Wieso? Wieso habe ich dich in diesem Moment nicht gehasst? Was war mit mir los? Was ist mit mir los? Aber die Sache, die ich am meisten tun wollte, war deinen Namen zu sagen, nur einmal. Das Problem an dieser Sache ist, dass ich deinen Namen gar nicht kenne. Es macht jetzt wahrscheinlich keinen Sinn für dich, wahrscheinlich werde ich dir zusehen, wie du die Stirn runzelst, wenn du diese Worte liest, denn wenn du aufgepasst hast, weißt du, dass ich dich auch hören kann. Lass es mich erklären. Immer wenn eine Person deinen Namen ausspricht, fühlt es sich so an, als wäre ich unter Wasser. Ich höre immer nur dieses leise Murmeln, aber ich höre nie deinen Namen und es macht mich verrückt. Es macht mich so verrückt, dass ich dich nicht benennen kann, dass ich die einzige Person, die noch in meinem Leben ist, obwohl sie mich nicht kennt, nicht einmal beim Namen nennen kann. Weißt du was du tun könntest, wenn du diese Zeilen hier liest, damit dieses leere Gefühl in mir endlich ein kleines bisschen gefüllt wird? Du könntest ganz langsam deinen Namen mit deinen Lippen formen, sodass ich die Worte ablesen kann. Ich werde dir zusehen und vielleicht wird es mir einen Funken Frieden bringen. Vielleicht aber hasst du mich auch, vielleicht würdest du am liebsten dieses Buch hier zerreißen und mich vergessen. Vergessen, dass da jemand ist, der immer da ist. Ich kenne dich zwar, aber ich kann dich nicht einschätzen wie du reagierst, wenn du von all dem erfährst, wenn du überhaupt irgendwann von all dem hier erfährst, aber bitte, tu mir einen Gefallen und lies zu Ende. Du musst all meine Gedanken kennen. Aber ich muss dich vorwarnen, die Wahrheit ist sehr schmerzhaft.
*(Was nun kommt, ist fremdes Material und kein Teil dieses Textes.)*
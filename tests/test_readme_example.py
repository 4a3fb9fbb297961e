"""The README's library example runs as written on the demo data, and the fit it prints
is valid: the first thing a notebook user copies must not hand them an INVALID fit.

Reference for the numbers it prints: the demo's truth (the generator's invented resonance at 152 GeV,
``peaksift.simulate.scenario``), which the fitted mass must cover within 3 of its errors.
"""

from __future__ import annotations

import re
from pathlib import Path

REPO = Path(__file__).resolve().parents[1]


def test_library_example_runs_and_fits_validly(monkeypatch, capsys):
    text = (REPO / "README.md").read_text()
    block = text[text.index("## Library example"):]
    code = re.search(r"```python\n(.*?)```", block, re.DOTALL).group(1)
    monkeypatch.chdir(REPO)
    scope: dict = {}
    exec(compile(code, "README.md", "exec"), scope)  # noqa: S102 -- the README's own code
    result = scope["result"]
    assert result.valid, result.problems
    assert abs(result.values["mass"] - 152.0) < 3 * result.errors["mass"]
    assert scope["s"].best["z_local"] > 0
    assert "FitResult(valid;" in capsys.readouterr().out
Letzte Nacht wurde mir bewusst, dass du mich kennenlernen musst, meine guten, als auch schlechten Seiten, damit du ansatzweise beginnen kannst mich zu verstehen. Ich will, dass du mich kennenlernst, nein, ich will nur, dass du weißt, dass ich existiere. Mehr verlange ich gar nicht. Ich sehne den Moment so herbei, in dem ich dich beobachten kann, wie du meine Wörter, die ich eigens geschrieben habe, liest, aber gleichzeitig habe ich Angst. Ich habe Angst, dass du mich fürchtest, denn du hättest jeden Grund dazu. Schließlich bin ich so wie dein eigener persönlicher Stalker, der dich auf Schritt und Tritt verfolgt, aber es kommt noch viel schlimmer. Ich bin nicht nur ein Starker, ich bin etwas viel Bösartigeres.

Ich sollte wegsehen, sollte dich und deine Privatsphäre in Ruhe lassen. Ich weiß das alles, aber warum kann ich nicht anders als dir zuzusehen?